TASK INPUTS ->
---------------
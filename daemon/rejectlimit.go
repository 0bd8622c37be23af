package daemon

import (
	"sync"
	"time"
)

// Republishing of rejected records on <prefix>.reject.<model> is limited
// per model by a token bucket: a trickle of rejects (below rejectRate a
// second, or a burst of up to rejectBurst) is republished in full, while a
// flood of bad records (a broken producer, an attack) is sampled at
// rejectRate a second, so that lariat under overload does not spend its
// time and the bus's bandwidth echoing garbage. Every reject is still
// counted under its reason (lariat_records_rejected_total); the ones not
// republished are counted in lariat_rejects_not_republished_total. With the
// body cut to record.DefaultMaxBytes, one model republishes at most
// rejectRate × 64 KiB = 6.4 MiB a second after the burst.
const (
	rejectRate  = 100 // republished rejects a second, per model, sustained
	rejectBurst = 200 // republished rejects in a burst, per model
)

// rejectLimiter is a token bucket (common practice, no single source):
// it holds up to burst tokens, refills rate tokens a second, and a
// republication takes one. Safe for concurrent use: rejects come from the
// subscription goroutine (decoding) and the model goroutine (the pipeline's
// refusals).
type rejectLimiter struct {
	mu     sync.Mutex
	rate   float64 // tokens a second
	burst  float64
	tokens float64
	last   time.Time
}

func newRejectLimiter(rate float64, burst int) *rejectLimiter {
	return &rejectLimiter{rate: rate, burst: float64(burst), tokens: float64(burst)}
}

// allow takes a token at now if there is one.
func (l *rejectLimiter) allow(now time.Time) bool {
	l.mu.Lock()
	defer l.mu.Unlock()
	switch {
	case l.last.IsZero():
		l.last = now
	case now.After(l.last): // callers on two goroutines may pass times out of order
		l.tokens = min(l.burst, l.tokens+now.Sub(l.last).Seconds()*l.rate)
		l.last = now
	}
	if l.tokens < 1 {
		return false
	}
	l.tokens--
	return true
}
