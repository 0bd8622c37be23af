package daemon

import (
	"errors"
	"sync/atomic"
	"testing"
	"time"

	"lariat/config"
	"lariat/sink/checkpoint"
	"lariat/sink/natstest"
)

// deadStore passes through to a checkpoint store until dead is set, then
// refuses every Save: what a process that died leaves behind.
type deadStore struct {
	checkpoint.Store
	dead *atomic.Bool
}

func (s deadStore) Save(model string, frame []byte) error {
	if s.dead.Load() {
		return errors.New("process is dead")
	}
	return s.Store.Save(model, frame)
}

// TestTemplateTakeover: process A keeps a 30-key template with its
// checkpoints in the shared object store (checkpoint.store bucket) and
// dies mid-stream: its connection is closed and nothing it would write
// afterwards reaches the store (no final checkpoints, no final index).
// Process B, another data_dir on the same NATS system, starts the same
// template: it restores each instance's latest checkpoint from the bucket,
// reads the stream from the index floor, skips per instance what the
// checkpoint holds, and ends with every record applied exactly once and
// every instance bit-identical to a process that never died. Source: the
// rules of README "Running more than one", no external source.
func TestTemplateTakeover(t *testing.T) {
	if testing.Short() {
		t.Skip("takeover: two daemons over 2,400 records and a dead process's 10 s shutdown (minutes under -race)")
	}
	keys := 30
	kr := makeKeyed(keys, 80, 300)
	n := len(kr.data)
	m := tripTemplate(0)
	bucketCfg := func(url string) *config.Config {
		cfg := templateConfig(t, url, t.TempDir(), m)
		cfg.Checkpoint.Store = config.CheckpointBucket
		cfg.Checkpoint.Records = 50
		cfg.Checkpoint.Interval = config.Duration(time.Second)
		if err := cfg.Validate(); err != nil {
			t.Fatal(err)
		}
		return cfg
	}

	refSrv := runServer(t, -1, t.TempDir())
	ref := startDaemon(t, templateConfig(t, refSrv.ClientURL(), t.TempDir(), m), withoutIdle())
	natstest.WaitFor(t, 10*time.Second, ref.Ready)
	publishKeyed(t, refSrv.ClientURL(), kr, 0, n)
	waitRead(t, ref.Daemon, "trip", uint64(n))

	srv := runServer(t, -1, t.TempDir())
	url := srv.ClientURL()
	var dead atomic.Bool
	a, err := New(bucketCfg(url), withoutIdle())
	if err != nil {
		t.Fatal(err)
	}
	a.ckptWrap = func(s checkpoint.Store) checkpoint.Store { return deadStore{s, &dead} }
	ta := runDaemon(t, a)
	natstest.WaitFor(t, 10*time.Second, ta.Ready)
	cut := n * 3 / 5
	publishKeyed(t, url, kr, 0, cut/2)
	// Every instance has saved a checkpoint into the bucket (pump03 is
	// checked below) and the template its index, at least once.
	natstest.WaitFor(t, 30*time.Second, func() error {
		if _, _, _, err := a.ckpt.Load(indexName("trip")); err != nil {
			return err
		}
		if metricValue(t, a, "lariat_checkpoints_total", map[string]string{"model": "trip.pump03", "result": "saved"}) < 1 {
			return errors.New("trip.pump03 has no checkpoint yet")
		}
		return nil
	})
	// Then more records, and A dies as soon as they are stored, with the
	// records it applied since its last checkpoints (every 50 records of
	// an instance or every second) and whatever it still holds.
	publishKeyed(t, url, kr, cut/2, cut)
	dead.Store(true)
	a.nc.Close()
	t.Logf("A died having read %d of the %d records stored", a.tmpl["trip"].parts[0].read.Load(), cut)
	if err := ta.stop(t); err == nil {
		t.Log("the dead process stopped without an error")
	}

	publishKeyed(t, url, kr, cut, n) // while nobody reads
	b := startDaemon(t, bucketCfg(url), withoutIdle())
	natstest.WaitFor(t, 10*time.Second, b.Ready)
	waitRead(t, b.Daemon, "trip", uint64(n))
	checkInstances(t, b.Daemon, ref.Daemon, kr)
	if r := metricValue(t, b.Daemon, "lariat_checkpoints_total", map[string]string{"model": "trip.pump03", "result": "restored"}); r != 1 {
		t.Errorf("trip.pump03 restored %v times from the bucket, want 1", r)
	}
}
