// Package daemon wires lariat together and runs it: an embedded or external
// NATS connection, one subscription per model subject, the bounded queues,
// one goroutine per model that owns the model's pipeline.Pipeline (every
// piece of per-model state and policy lives there), publication of the
// current models on NATS, into the key-value bucket and over HTTP, metrics,
// and the lifecycle. It holds wiring only: the per-model logic is
// daemon/pipeline, the wire record daemon/record, and the lariat command
// with its tools daemon/cmd/lariat.
//
// # Data path
//
// A subscription's callback (nats.go runs one goroutine per subscription)
// decodes each message with the model's record.Decoder, which that goroutine
// owns, and puts the record on the model's bounded queue without blocking.
// Rejected records (bad input, a full queue) are counted by model and reason
// and republished with the reason on <prefix>.reject.<model> (the body cut
// to 64 KiB, at most 100 a second per model after a burst of 200: see
// rejectlimit.go); they never reach a model. The model goroutine is a thin loop: it hands each record
// to its pipeline (pipeline.Pipeline.Apply: every k-th record to the
// holdout, the rest to the ladder, a retune every retune.every records,
// the drift watch and the threshold), sends the alerts the record raised,
// and every 100 ms runs learner.idle_steps idle steps
// if its queue is empty (spare time goes into converging on the current
// window, so a quiet stream converges fully and a busy one spends nothing)
// and checks whether to publish.
// Nothing is published before the first retune has chosen λ (a fixed-λ
// model publishes from its first record). A new version goes out when the
// support, λ or a coefficient moved beyond publish.tolerance (sink.Changed),
// at most once a second, and at least every publish.heartbeat; the model
// goroutine stores it for HTTP and hands it to one publisher goroutine,
// which sends it on <prefix>.model.<name> and into the key-value bucket, so
// a slow bus never stalls learning. Versions are monotone per model, also
// across restarts (the last version is read back from the bucket).
//
// # Intake and checkpoints
//
// With the durable intake (intake.mode durable, or auto where JetStream
// answers) each model reads a JetStream stream of its own from the position
// of its last checkpoint (stream.go); a reader waits for room in the queue.
// At start, before any goroutine runs, each model is restored from its
// newest good checkpoint under data_dir/checkpoints (checkpoint.go) and
// published at once; the model goroutine saves a checkpoint every
// checkpoint.records records or checkpoint.interval, and at shutdown.
//
// Core NATS drops messages for a client that falls behind (a slow
// consumer). The per-subscription pending limits are raised to
// nats.pending_msgs / nats.pending_bytes, the drops are counted in
// lariat_nats_slow_consumer_drops_total and a slow consumer is logged.
//
// # Shutdown order
//
// Run returns after ctx is done and these steps, bounded by
// ShutdownTimeout (10 s) as a whole:
//
//  1. stop intake: drain every core subscription (messages the client holds
//     are still delivered; nothing new arrives) and stop the stream readers
//     (what a reader held and did not queue is read again at the next start:
//     a model's stream position only moves when it has applied a record);
//  2. drain the queues: each model goroutine applies every queued record,
//     publishes its final document, saves its checkpoint and returns;
//  3. publish the final documents (bus and key-value bucket), flush and
//     close the NATS connection, shut the embedded server down;
//  4. shut the HTTP server down.
//
// Shutdown is safe to reach twice (only the first runs). Signals are handled
// only in the command (signal.NotifyContext in main).
//
// # Concurrency
//
// A Daemon's exported methods are safe for concurrent use; each model's
// state is touched by its own goroutine only, and HTTP predictions read the
// latest published, immutable snapshot.
package daemon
---------------
WORK TO COMPLETE -> Where a line of the records has the string "HTTP", return that line.

RESULT ->
// current models on NATS, into the key-value bucket and over HTTP, metrics,
// goroutine stores it for HTTP and hands it to one publisher goroutine,
//  4. shut the HTTP server down.
// state is touched by its own goroutine only, and HTTP predictions read the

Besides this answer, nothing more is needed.